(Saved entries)
──────

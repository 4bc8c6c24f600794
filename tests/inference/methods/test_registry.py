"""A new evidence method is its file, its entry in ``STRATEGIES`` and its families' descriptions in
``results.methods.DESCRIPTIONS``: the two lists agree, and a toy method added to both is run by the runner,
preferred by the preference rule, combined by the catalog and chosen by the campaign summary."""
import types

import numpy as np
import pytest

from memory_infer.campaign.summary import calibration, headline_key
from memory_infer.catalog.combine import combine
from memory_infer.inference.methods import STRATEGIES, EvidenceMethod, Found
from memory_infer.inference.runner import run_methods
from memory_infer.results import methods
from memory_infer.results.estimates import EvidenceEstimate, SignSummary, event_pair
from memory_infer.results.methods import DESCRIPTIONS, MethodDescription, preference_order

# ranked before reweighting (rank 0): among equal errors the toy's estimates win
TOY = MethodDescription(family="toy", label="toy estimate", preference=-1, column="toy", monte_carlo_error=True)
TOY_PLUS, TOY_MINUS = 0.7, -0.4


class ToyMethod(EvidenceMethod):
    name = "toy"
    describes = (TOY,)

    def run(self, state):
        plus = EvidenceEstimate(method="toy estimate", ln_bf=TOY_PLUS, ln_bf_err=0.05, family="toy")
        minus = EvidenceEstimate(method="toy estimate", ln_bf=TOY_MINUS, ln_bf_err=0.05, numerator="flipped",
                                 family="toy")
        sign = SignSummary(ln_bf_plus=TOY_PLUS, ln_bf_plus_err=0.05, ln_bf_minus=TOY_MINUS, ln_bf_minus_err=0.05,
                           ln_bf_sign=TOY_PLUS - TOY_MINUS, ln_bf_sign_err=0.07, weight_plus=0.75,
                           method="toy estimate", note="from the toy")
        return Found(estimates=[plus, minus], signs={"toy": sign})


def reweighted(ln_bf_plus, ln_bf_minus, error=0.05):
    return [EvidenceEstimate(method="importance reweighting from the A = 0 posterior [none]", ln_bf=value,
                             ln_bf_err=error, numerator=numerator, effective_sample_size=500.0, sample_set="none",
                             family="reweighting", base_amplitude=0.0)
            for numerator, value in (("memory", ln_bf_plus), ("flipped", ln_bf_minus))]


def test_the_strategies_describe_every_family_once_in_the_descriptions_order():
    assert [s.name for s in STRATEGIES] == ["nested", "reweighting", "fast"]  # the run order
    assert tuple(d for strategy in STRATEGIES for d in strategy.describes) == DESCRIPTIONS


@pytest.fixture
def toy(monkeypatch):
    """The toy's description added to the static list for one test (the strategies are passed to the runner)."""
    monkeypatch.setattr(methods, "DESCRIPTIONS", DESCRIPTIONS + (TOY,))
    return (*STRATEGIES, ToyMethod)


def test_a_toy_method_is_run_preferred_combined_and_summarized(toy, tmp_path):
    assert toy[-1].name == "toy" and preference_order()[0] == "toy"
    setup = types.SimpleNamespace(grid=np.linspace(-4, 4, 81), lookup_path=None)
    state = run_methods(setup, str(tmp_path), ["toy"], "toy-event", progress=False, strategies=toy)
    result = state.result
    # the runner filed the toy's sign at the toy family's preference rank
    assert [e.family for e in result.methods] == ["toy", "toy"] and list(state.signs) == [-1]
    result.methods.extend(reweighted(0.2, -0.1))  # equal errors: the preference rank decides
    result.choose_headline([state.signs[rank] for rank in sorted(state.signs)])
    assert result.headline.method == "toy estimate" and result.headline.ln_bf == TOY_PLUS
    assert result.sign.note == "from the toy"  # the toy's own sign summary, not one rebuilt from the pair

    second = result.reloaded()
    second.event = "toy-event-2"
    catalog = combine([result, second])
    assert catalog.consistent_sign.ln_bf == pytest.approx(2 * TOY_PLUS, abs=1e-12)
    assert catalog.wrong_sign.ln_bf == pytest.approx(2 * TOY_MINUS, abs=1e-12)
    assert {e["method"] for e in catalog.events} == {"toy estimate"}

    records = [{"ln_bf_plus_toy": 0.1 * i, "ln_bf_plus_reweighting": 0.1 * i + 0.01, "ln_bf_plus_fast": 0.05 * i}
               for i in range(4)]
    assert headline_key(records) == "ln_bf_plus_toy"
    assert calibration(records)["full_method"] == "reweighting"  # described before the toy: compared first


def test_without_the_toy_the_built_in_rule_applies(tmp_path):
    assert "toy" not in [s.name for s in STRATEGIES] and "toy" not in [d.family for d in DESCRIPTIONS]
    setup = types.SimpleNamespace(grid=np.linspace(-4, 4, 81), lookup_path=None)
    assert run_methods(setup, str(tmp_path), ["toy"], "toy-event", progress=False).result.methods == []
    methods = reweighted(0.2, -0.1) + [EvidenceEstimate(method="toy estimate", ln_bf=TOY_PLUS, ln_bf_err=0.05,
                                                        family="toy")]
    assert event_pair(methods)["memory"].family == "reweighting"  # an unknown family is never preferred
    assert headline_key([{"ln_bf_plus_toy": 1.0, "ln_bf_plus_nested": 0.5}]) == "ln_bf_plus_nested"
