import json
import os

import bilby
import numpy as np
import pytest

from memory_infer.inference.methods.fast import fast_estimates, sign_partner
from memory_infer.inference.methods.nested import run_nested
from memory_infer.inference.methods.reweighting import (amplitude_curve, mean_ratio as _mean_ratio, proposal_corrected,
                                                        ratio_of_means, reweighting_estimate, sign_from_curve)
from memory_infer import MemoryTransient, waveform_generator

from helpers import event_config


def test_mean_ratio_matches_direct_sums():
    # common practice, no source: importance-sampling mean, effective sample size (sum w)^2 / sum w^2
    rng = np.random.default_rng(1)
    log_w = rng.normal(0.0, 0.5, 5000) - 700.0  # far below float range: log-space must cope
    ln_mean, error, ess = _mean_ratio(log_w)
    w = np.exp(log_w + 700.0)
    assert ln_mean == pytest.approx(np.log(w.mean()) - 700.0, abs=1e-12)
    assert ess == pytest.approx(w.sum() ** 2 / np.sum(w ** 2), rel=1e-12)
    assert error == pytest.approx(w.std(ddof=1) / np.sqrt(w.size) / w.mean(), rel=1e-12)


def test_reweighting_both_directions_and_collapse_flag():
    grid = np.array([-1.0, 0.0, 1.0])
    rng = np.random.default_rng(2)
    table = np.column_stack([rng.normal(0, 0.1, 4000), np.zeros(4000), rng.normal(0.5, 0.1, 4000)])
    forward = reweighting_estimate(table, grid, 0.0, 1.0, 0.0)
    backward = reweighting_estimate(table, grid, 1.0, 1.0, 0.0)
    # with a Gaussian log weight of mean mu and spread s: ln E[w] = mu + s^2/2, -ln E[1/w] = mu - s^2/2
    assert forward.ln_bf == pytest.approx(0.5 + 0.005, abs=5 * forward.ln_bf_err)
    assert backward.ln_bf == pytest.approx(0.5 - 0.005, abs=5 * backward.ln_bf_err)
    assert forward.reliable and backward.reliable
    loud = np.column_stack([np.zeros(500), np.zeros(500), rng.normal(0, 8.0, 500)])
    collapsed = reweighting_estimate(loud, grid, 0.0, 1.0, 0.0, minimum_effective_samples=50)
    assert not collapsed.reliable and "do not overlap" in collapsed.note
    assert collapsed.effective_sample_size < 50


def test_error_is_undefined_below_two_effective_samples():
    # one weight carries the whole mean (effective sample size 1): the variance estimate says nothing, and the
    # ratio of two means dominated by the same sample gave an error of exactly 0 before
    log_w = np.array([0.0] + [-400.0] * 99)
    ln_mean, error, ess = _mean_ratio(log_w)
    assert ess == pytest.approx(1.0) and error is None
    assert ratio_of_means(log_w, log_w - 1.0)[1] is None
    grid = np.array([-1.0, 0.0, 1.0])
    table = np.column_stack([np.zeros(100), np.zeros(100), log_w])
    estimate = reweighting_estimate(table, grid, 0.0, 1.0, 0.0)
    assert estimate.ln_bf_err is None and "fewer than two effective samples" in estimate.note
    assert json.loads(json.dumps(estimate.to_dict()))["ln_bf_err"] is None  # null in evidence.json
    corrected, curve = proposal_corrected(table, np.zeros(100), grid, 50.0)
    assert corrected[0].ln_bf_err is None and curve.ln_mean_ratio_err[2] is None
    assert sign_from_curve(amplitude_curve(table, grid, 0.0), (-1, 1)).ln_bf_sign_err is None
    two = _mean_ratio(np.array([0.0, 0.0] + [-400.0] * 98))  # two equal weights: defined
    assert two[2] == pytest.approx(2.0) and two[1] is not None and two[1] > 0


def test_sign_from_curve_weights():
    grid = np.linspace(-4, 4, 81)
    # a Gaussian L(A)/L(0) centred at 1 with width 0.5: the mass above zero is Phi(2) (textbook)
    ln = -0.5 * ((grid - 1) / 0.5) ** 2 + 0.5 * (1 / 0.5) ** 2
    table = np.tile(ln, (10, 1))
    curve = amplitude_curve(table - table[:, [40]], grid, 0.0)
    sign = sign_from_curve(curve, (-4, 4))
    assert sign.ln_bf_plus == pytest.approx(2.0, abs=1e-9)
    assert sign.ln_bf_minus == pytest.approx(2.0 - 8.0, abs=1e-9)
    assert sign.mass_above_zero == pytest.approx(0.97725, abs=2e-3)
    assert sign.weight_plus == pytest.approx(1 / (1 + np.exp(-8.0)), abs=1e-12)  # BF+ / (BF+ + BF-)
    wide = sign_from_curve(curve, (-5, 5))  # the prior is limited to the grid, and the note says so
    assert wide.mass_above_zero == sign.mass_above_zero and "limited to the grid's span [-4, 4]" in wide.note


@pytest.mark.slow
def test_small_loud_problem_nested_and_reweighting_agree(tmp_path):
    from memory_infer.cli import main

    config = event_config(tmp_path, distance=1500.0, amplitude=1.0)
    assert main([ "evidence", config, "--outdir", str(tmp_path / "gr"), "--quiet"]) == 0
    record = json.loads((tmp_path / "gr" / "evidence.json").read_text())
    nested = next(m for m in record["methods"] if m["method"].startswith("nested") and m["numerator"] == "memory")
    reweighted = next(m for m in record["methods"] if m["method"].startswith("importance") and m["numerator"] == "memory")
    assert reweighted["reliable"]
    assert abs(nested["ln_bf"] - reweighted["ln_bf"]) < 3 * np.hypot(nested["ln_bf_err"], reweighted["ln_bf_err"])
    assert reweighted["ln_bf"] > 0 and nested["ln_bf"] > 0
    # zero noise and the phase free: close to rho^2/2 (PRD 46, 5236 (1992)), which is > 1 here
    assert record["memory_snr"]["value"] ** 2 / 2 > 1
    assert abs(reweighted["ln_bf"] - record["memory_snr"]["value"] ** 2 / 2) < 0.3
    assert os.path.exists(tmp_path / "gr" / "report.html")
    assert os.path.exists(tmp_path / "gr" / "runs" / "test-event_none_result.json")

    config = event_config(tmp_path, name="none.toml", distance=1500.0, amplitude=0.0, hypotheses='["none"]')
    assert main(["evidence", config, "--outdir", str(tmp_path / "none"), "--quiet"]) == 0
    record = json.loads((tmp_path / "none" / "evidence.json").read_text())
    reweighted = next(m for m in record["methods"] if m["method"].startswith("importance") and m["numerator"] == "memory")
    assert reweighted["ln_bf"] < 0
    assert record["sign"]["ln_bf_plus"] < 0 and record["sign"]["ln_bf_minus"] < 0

──────

» Problem: Copy, please, exactly the lines that start at the first line of the data and end at the line containing "describes = (TOY,)", both kept and no others.

» Output for this task:
repository 4bc8c6c24f600794
filename tests/inference/methods/test_registry.py
"""A new evidence method is its file, its entry in ``STRATEGIES`` and its families' descriptions in
``results.methods.DESCRIPTIONS``: the two lists agree, and a toy method added to both is run by the runner,
preferred by the preference rule, combined by the catalog and chosen by the campaign summary."""
import types

import numpy as np
import pytest

from memory_infer.campaign.summary import calibration, headline_key
from memory_infer.catalog.combine import combine
from memory_infer.inference.methods import STRATEGIES, EvidenceMethod, Found
from memory_infer.inference.runner import run_methods
from memory_infer.results import methods
from memory_infer.results.estimates import EvidenceEstimate, SignSummary, event_pair
from memory_infer.results.methods import DESCRIPTIONS, MethodDescription, preference_order

# ranked before reweighting (rank 0): among equal errors the toy's estimates win
TOY = MethodDescription(family="toy", label="toy estimate", preference=-1, column="toy", monte_carlo_error=True)
TOY_PLUS, TOY_MINUS = 0.7, -0.4


class ToyMethod(EvidenceMethod):
    name = "toy"
    describes = (TOY,)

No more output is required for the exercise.